Regardless of our upbringings, of course Canton saw the flag in the shop. “I’d call it naive bullshit, but I guess in some fairness to me they don’t really have many options. I’ve been so sure they would find me and come to me that’s all I let myself consider. All summer I waited, thinking I’d see them at my door or inside my house while I was out. Every day that didn’t happen I got a little more hopeful they hadn’t found me, like I really convinced them I wasn’t American. I can’t believe that after today. How many people on that list are my height, a few thousand? I pretty much buzzed DC on the way, if they spotted me–if they didn’t know before, I think they might know right now.”
Canton says nothing, Andrew doesn’t wait. “If they don’t show after this, I think my father’s most pessimistic guess is right. Obviously they would want something when they came. When I was young we thought it would be to stick me in a lab, then when I knew they couldn’t keep me in one, to use me as a weapon. Now my father wonders if they’ll show as little as they can until they’re sure they can kill me, but–” but this termite’s cantrips are still more than any marvels of man, such marvels, “I wonder sometimes if they’ll ever be able to.”
If he only had his eyes he wouldn’t see Canton nod. "What does it mean to do more about a phenomenon that shattered all paradigms? Easy for those outside and on the periphery of power to make demands when that’s where their thought-to-action ends. ‘Do something about them,’ like what? Find us if they haven’t and approach us when they have? Then what? They wouldn’t come to us only to say they know, yes they would want something. Their desire is great but it is matched by their unknowns. This is part of why they have been quiet: they don’t know how to ask. They will not take us as amenable or good because of these interventions, nor should they. Prudence is assuming the worst, the closest they have to precedent came in dealing with groups, not individuals. The strength of the majority is history’s lever and we upend that. No man has ever simply possessed power, so how do they ask? They cannot offer status. Our country, with all its enlightened trappings, still has status essentially supported by authority. What man holds authority over us? Ourselves, we are truly our own authority. Our place is asserted by our existence, we are our proof of status. Do they offer wealth? It would take no small sum and it would be the same question. Real wealth is still the lesser of power so we could accept their money but they would know we weren’t bought. What remains to persuade us? Finding something we agree with? That’s the most difficult question of all.”

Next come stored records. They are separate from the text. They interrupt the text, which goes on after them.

/// A property that needs the heat capacity of a gas outside the range in which it is known.
fn out_of_model(sheet: &Sheet, id: QuantityId, values: &[f64]) -> Option<Diagnostic> {
    let Origin::Property(state, property) = sheet.quantity(id).origin else { return None };
    if !property.is_caloric() {
        return None;
    }
    let entry = sheet.state(state);
    let (_, t) = entry.properties.iter().find(|(property, _)| *property == crate::sheet::Property::T)?;
    let t_k = values[t.0 as usize];
    if !sheet.gas(entry.gas).model.is_ideal() {
        return None;
    }
    let gas = &sheet.gas(entry.gas).gas;
    let range = gas.caloric_range();
    let kelvin = |t_k: f64| format!("{} K", units::write_figures(t_k, 4));
    (t_k.is_finite() && t_k > 0.0 && !range.contains(t_k)).then(|| {
        let limit = if t_k < range.limit_low_k {
            format!("from {} on", kelvin(range.limit_low_k))
        } else {
            format!("up to {}", kelvin(range.limit_high_k))
        };
        let source =
            format!("published range {} to {}: {}", kelvin(range.low_k), kelvin(range.high_k), crate::gas::catalogue::caloric_source(gas));
        code::outside_model_range::beyond(entry.span, &entry.name, &kelvin(t_k), &limit, &source)
    })
}

/// A temperature that would have to lie outside the range in which the heat capacity of its gas is known.
fn temperature_out_of_model(sheet: &Sheet, id: QuantityId, expression: ExprId, values: &[f64]) -> Option<Diagnostic> {
    let (Origin::Property(state, _), Expr::Gas(function, gas, argument)) = (sheet.quantity(id).origin, sheet.exprs.get(expression)) else {
        return None;
    };
    let word = match function {
        GasFunction::TemperatureOfEnthalpy => "enthalpy",
        GasFunction::TemperatureOfInternalEnergy => "internal energy",
        GasFunction::TemperatureOfEntropy => "entropy at 100 kPa",
        _ => return None,
    };
    let value = recheck::walk(sheet, values, argument).value;
    if values[id.0 as usize].is_finite() || !value.is_finite() {
        return None;
    }
    let (entry, range) = (sheet.state(state), sheet.gas(gas).gas.caloric_range());
    let kelvin = |t_k: f64| format!("{} K", units::write_figures(t_k, 4));
    let unit = if function == GasFunction::TemperatureOfEntropy { "J/(kg.K)" } else { "J/kg" };
    let limit = format!("from {} to {}", kelvin(range.limit_low_k), kelvin(range.limit_high_k));
    let source = format!(
        "published range {} to {}: {}",
        kelvin(range.low_k),
        kelvin(range.high_k),
        crate::gas::catalogue::caloric_source(&sheet.gas(gas).gas)
    );
    let at = format!("an {word} of {} {unit}", units::write_figures(value, 4));
    Some(code::outside_model_range::beyond(entry.span, &entry.name, &at, &limit, &source))
}
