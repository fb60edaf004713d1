package page_test

import (
	"fmt"
	"strings"
	"testing"

	tea "github.com/charmbracelet/bubbletea"
	"github.com/muesli/termenv"
	"github.com/stretchr/testify/assert"

	"emendary/ui/page"
	"emendary/ui/style"
)

func hundred() page.Model {
	m := page.New(style.Make(style.Ability{Profile: termenv.Ascii, Plain: true}))
	m.SetSize(40, 10)
	var lines []string
	for i := range 100 {
		lines = append(lines, fmt.Sprintf("line %d", i))
	}
	m.Show(lines, 0)
	return m
}

func TestAPageScrollsToItsEndAndBack(t *testing.T) {
	m := hundred()
	assert.Equal(t, 90, m.Rest())
	press := func(keys string) {
		for _, r := range keys {
			m, _ = m.Update(tea.KeyMsg{Type: tea.KeyRunes, Runes: []rune{r}})
		}
	}
	press("jj")
	assert.Contains(t, m.View(), "line 2 ")
	assert.NotContains(t, m.View(), "line 1 ")
	press(strings.Repeat("l", 20))
	assert.Equal(t, 0, m.Rest())
	assert.Contains(t, m.View(), "line 99")
	press(strings.Repeat("h", 20) + "k")
	assert.Equal(t, 90, m.Rest())
}

func TestTheLineAskedForIsInSight(t *testing.T) {
	m := hundred()
	for at := range 100 {
		m.Show(strings.Split(strings.Repeat("x\n", at)+"here\n"+strings.Repeat("x\n", 100-at), "\n"), at)
		assert.Contains(t, m.View(), "here")
	}
}
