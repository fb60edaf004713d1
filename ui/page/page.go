// Package page is a full page that scrolls: the help, or a paragraph in full.
package page

import (
	"strings"

	"github.com/charmbracelet/bubbles/key"
	"github.com/charmbracelet/bubbles/viewport"
	tea "github.com/charmbracelet/bubbletea"

	"emendary/ui/style"
	"emendary/ui/text"
)

// KeyMap is the keys of a page.
type KeyMap struct {
	Up, Down, PageUp, PageDown, Close key.Binding
}

// Keys returns the keys with their help.
func Keys() KeyMap {
	return KeyMap{
		Down:     key.NewBinding(key.WithKeys("j", "down"), key.WithHelp("j ↓", "line down")),
		Up:       key.NewBinding(key.WithKeys("k", "up"), key.WithHelp("k ↑", "line up")),
		PageDown: key.NewBinding(key.WithKeys("l", " ", "right", "pgdown"), key.WithHelp("l → space", "page down")),
		PageUp:   key.NewBinding(key.WithKeys("h", "left", "pgup"), key.WithHelp("h ←", "page up")),
		Close:    key.NewBinding(key.WithKeys("esc", "q", "?", "o", "enter"), key.WithHelp("esc enter", "back to the bench")),
	}
}

// ShortHelp returns what the footer shows.
func (k KeyMap) ShortHelp() []key.Binding {
	return []key.Binding{k.Close, k.Down, k.Up, k.PageDown, k.PageUp}
}

// FullHelp returns all keys.
func (k KeyMap) FullHelp() [][]key.Binding { return [][]key.Binding{k.ShortHelp()} }

// Model is the page on screen.
type Model struct {
	Keys  KeyMap
	sheet style.Sheet
	view  viewport.Model
}

// New returns an empty page.
func New(sheet style.Sheet) Model {
	return Model{Keys: Keys(), sheet: sheet, view: viewport.New(0, 0)}
}

// SetSize sets the columns and lines to draw in.
func (m *Model) SetSize(width, height int) { m.view.Width, m.view.Height = width, max(0, height) }

// Show puts lines on the page, line at among those in sight.
func (m *Model) Show(lines []string, at int) {
	m.view.SetContent(strings.Join(lines, "\n"))
	m.view.SetYOffset(max(0, at-m.view.Height/2))
}

// Update scrolls. Closing is the caller's business.
func (m Model) Update(msg tea.Msg) (Model, tea.Cmd) {
	if k, ok := msg.(tea.KeyMsg); ok {
		switch {
		case key.Matches(k, m.Keys.Down):
			m.view.ScrollDown(1)
		case key.Matches(k, m.Keys.Up):
			m.view.ScrollUp(1)
		case key.Matches(k, m.Keys.PageDown):
			m.view.PageDown()
		case key.Matches(k, m.Keys.PageUp):
			m.view.PageUp()
		}
	}
	return m, nil
}

// Rest returns how many lines are still below the page.
func (m Model) Rest() int {
	return max(0, m.view.TotalLineCount()-m.view.YOffset-m.view.Height)
}

// View returns the lines in sight.
func (m Model) View() string {
	lines := strings.Split(m.view.View(), "\n")
	return strings.Join(text.Fit(lines, m.view.Width, m.view.Height), "\n")
}
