import { spawn } from "node:child_process";
import { randomBytes } from "node:crypto";
import { once } from "node:events";
import { mkdtempSync, readdirSync, readFileSync, rmSync, writeFileSync } from "node:fs";
import { tmpdir } from "node:os";
import { join } from "node:path";
import { afterAll, beforeAll, expect, test } from "vitest";
import { checkSeal, sealBytes } from "../../src/tables/sealed-bytes.js";
import "../cli/command.js";

/** `.ci/run` kills 200 times; a few do for every day. */
const KILLS = Number(process.env["COUPLET_KILLS"] ?? 40);
const AT_ONCE = 4;

const folder = mkdtempSync(join(tmpdir(), "couplet-kill-"));
afterAll(() => rmSync(folder, { recursive: true, force: true }));

/** A sealed file of our kind and of a given size; its content is noise. */
function sealed(size: number): Uint8Array {
  const kind = "couplet.v1.FactorTable";
  return sealBytes(Buffer.concat([Buffer.from([0x0a, kind.length]), Buffer.from(kind), randomBytes(size)]));
}

const contents = [sealed(300_000), sealed(400_000)];
const files = contents.map((_, k) => join(folder, `content-${k}`));
beforeAll(() => {
  for (const [k, file] of files.entries()) writeFileSync(file, contents[k]!);
});

/** Starts a writer at a place that holds the first content, and kills it with SIGKILL some milliseconds after it began. */
async function killWriter(how: "whole" | "naive", place: string, afterMs: number): Promise<void> {
  writeFileSync(place, contents[0]!);
  const writer = spawn(process.execPath, [join(__dirname, "kill-writer.cjs"), how, place, ...files], {
    stdio: ["ignore", "pipe", "inherit"],
  });
  await once(writer.stdout, "data");
  await new Promise((resolve) => setTimeout(resolve, afterMs));
  writer.kill("SIGKILL");
  const [, signal] = (await once(writer, "close")) as [number | null, string | null];
  expect(signal).toBe("SIGKILL");
}

/** Whether a place holds one of the contents, every byte of it. */
function isWhole(place: string): boolean {
  const bytes = readFileSync(place);
  return contents.some((content) => bytes.equals(content));
}

/** Kills writers some at once, each at its own place; returns the places whose files are not whole. */
async function halves(how: "whole" | "naive", kills: number): Promise<string[]> {
  const found: string[] = [];
  let started = 0;
  const worker = async (): Promise<void> => {
    while (started < kills) {
      const place = join(folder, `${how}-${started++}.pb`);
      await killWriter(how, place, Math.random() * 20);
      if (!isWhole(place)) found.push(place);
    }
  };
  await Promise.all(Array.from({ length: AT_ONCE }, worker));
  return found;
}

test(`after ${KILLS} kills in the middle of writing, each file is the old or the new one, never a half`, async () => {
  expect(await halves("whole", KILLS)).toEqual([]);
  const left = readdirSync(folder).filter((name) => /^\.?whole-/.test(name));
  const stale = left.filter((name) => !name.endsWith(".pb"));
  // What a killed writer leaves beside its place tells that the kill came in the middle; none is named like a table.
  expect(stale.length).toBeGreaterThan(KILLS / 10);
  expect(left.length - stale.length).toBe(KILLS);
  for (const name of left) {
    const bytes = readFileSync(join(folder, name));
    if (contents.some((content) => bytes.equals(content))) continue;
    expect(() => checkSeal(bytes, name)).toThrow();
  }
}, 240_000);

test("the same kills find halves where a file is written straight into its place", async () => {
  expect((await halves("naive", 20)).length).toBeGreaterThan(0);
}, 120_000);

“Axiomatic status. . . I–I feel ridiculous actually saying this, but I also hoped, when they came, they would offer some kind of peaceful cooperation, where they would help me as I helped others. I know though, anything I did while carrying the flag would be seen as an empty gesture. Hard power masquerading as soft power, and I know that’s exactly how they would want it.”
Canton says “And we are already helping others. You have twice quite notably, and that is the point of my entire work. That sort of cooperation could have wonderful results, but even if we acted as plowshares, even if they called us great peace-bringers, no one would mistake that poor fig leaf. Yes, they want us as weapons, for we are the ultimate deterrent, each of us an army–and yes, their greatest desire is our deaths, the end to what we represent. There is no doubt a project orchestrated in Special Access depths whose purpose, translated from bureaucratic euphemism, is finding how to kill us. It would exist even if we carried the flag, and if we were anyone else we would want it to exist, so fair enough.”
He once would have found those words so cavalier. Unsettling heard in clouds. Denying, unneeded and performative to ask “Why doesn’t that bother you?”
Canton says “You know why. You already said it. What you wonder is true and you didn’t need years of tests for confirmation. After what you have now done and witnessed you see it all, you feel it implicitly. Proof of this new paradigm might as well be proof of God for the good it does their understanding. Nothing man wields can harm us. Whatever ends we are meant to achieve, we are with certainty meant to be free from capricious rule. If we could be stopped, there would be no point in having this.”
There would be no point in having this alone. Andrew is thankful his expression is hidden. “But we have families.”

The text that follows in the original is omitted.